Welcome back. While I wait for my file on the accident (December 4) to be retrieved by the MRC des Collines police, I placed calls to two local people, experts on the trucking of manure. For those who are coming in late to this, see my previous "slippery" stories archived here.

First I called a man who owns a business that provides septic tank services among other things. He was particularly helpful and patient, I must say.

He told me that the appearance of septic waste totally depends on how many people use the tank and how often it is emptied: a heavily used tank could contain heavy black solids, a less-used tank would have a lot more watery material. Companies west of Gatineau generally truck the waste to UTEau at the Pontiac Industrial Park situated in the Municipality of Litchfield (often mistakenly identified as being in Portage-du-Fort). Septic waste trucking services based on the other side of Gatineau are more likely to use more locally-based waste treatment sites, except for one in particular that actually owns the UTEau site and so transports waste from the Montebello area across the city to the Pontiac.

When asked about the possibility of a leak, his response was, at first, adamant: it is not possible. The tank must be able to maintain an unbroken vacuum in order for the pump to operate, both to suck up the load and afterwards to discharge it. Later, another thought occurred: if the truck has a release control in the cab, an accidental spill could occur.

Emptying a household septic tank in cold weather is not generally recommended, he said. The bacteria that help consume waste in a septic tank slow down in cold weather. Therefore, if it is emptied in sub-zero temperatures, they could become too cold to be effective. 

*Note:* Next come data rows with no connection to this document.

// chunker cuts a stream into chunks of whole lines; when a chunk holds quotes it is extended
// until they pair up, so that no quoted field is cut.
type chunker struct {
	size int // bytes per chunk
	br   *bufio.Reader
	rest []byte // the start of a line carried over from the previous chunk
}

// chunkBufs keeps the chunks' byte buffers for reuse once their chunk is parsed.
var chunkBufs sync.Pool

// valsBufs keeps the chunks' window values for reuse once their chunk is merged into the store,
// which copies them.
var valsBufs sync.Pool

// newVals returns an empty slice with room for n values, reused when one is at hand.
func newVals(n int) []float64 {
	if p, ok := valsBufs.Get().(*[]float64); ok && cap(*p) >= n {
		return (*p)[:0]
	}
	return make([]float64, 0, n)
}

// release hands a merged chunk's values back for a later chunk; the chunk must not be used
// after.
func (c *parsedChunk) release() {
	v := c.vals[:0]
	c.vals = nil
	valsBufs.Put(&v)
}

func (ch *chunker) next() ([]byte, bool, error) {
	var buf []byte
	if p, ok := chunkBufs.Get().(*[]byte); ok && cap(*p) >= ch.size {
		buf = (*p)[:ch.size]
	} else {
		buf = make([]byte, ch.size)
	}
	n := copy(buf, ch.rest)
	// Filled by hand rather than by io.ReadFull, which turns a plain end of the stream after a
	// partial read into io.ErrUnexpectedEOF: that is what a gzip stream cut short returns, and
	// the two must stay apart.
	m, err := 0, error(nil)
	for n+m < len(buf) && err == nil {
		var k int
		k, err = ch.br.Read(buf[n+m:])
		m += k
	}
	buf = buf[:n+m]
	ch.rest = nil
	if err == nil {
		if cut := bytes.LastIndexByte(buf, '\n'); cut >= 0 {
			ch.rest = append([]byte(nil), buf[cut+1:]...)
			buf = buf[:cut+1]
		} else { // one line longer than a chunk: read to its end
			for {
				line, lerr := ch.br.ReadSlice('\n')
				buf = append(buf, line...)
				if !errors.Is(lerr, bufio.ErrBufferFull) {
					err = lerr
					break
				}
			}
		}
	}
	quotes := bytes.Count(buf, []byte{'"'})
	for quotes%2 == 1 && err == nil { // inside a quoted field: read on to where it closes
		if len(ch.rest) > 0 {
			buf = append(buf, ch.rest...)
			quotes += bytes.Count(ch.rest, []byte{'"'})
			ch.rest = nil
			continue
		}
		line, lerr := ch.br.ReadSlice('\n')
		buf = append(buf, line...)
		quotes += bytes.Count(line, []byte{'"'})
		if lerr != nil && !errors.Is(lerr, bufio.ErrBufferFull) {
			err = lerr
		}
	}
	if errors.Is(err, io.EOF) && len(ch.rest) > 0 {
		buf = append(buf, ch.rest...)
		ch.rest = nil
	}
	if err != nil && !errors.Is(err, io.EOF) {
		// The stream broke (a compressed file cut short): only whole lines are handed on, so
		// that the break, not a line it cut in two, is what the reader reports.
		buf = buf[:bytes.LastIndexByte(buf, '\n')+1]
		ch.rest = nil
	}
	return buf, quotes > 0, err
}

Human septic waste is kind of revolting but not actually dangerous, no more dangerous to your health than if you touched your own waste and did not wash your hands. Far more risky is the possibility of a gas build-up in the tank used to transport septic waste:this is a danger only for the operator, of course. Septic waste is treated by raising temperatures to a level that kills pathogens, as with compost. The resulting material can used as a fertilizer for fields, the safety of which is another whole argument.

So, in short, while unlikely that septic sludge was being trucked at this this time of the year and very unlikely that a truck would leak or spill that waste, it is possible.

After this I called another very kind and patient man who was once a pig farmer in this district. I was sure that pig manure was the only kind of animal manure that is stored and transported in a liquid state, but he corrected me.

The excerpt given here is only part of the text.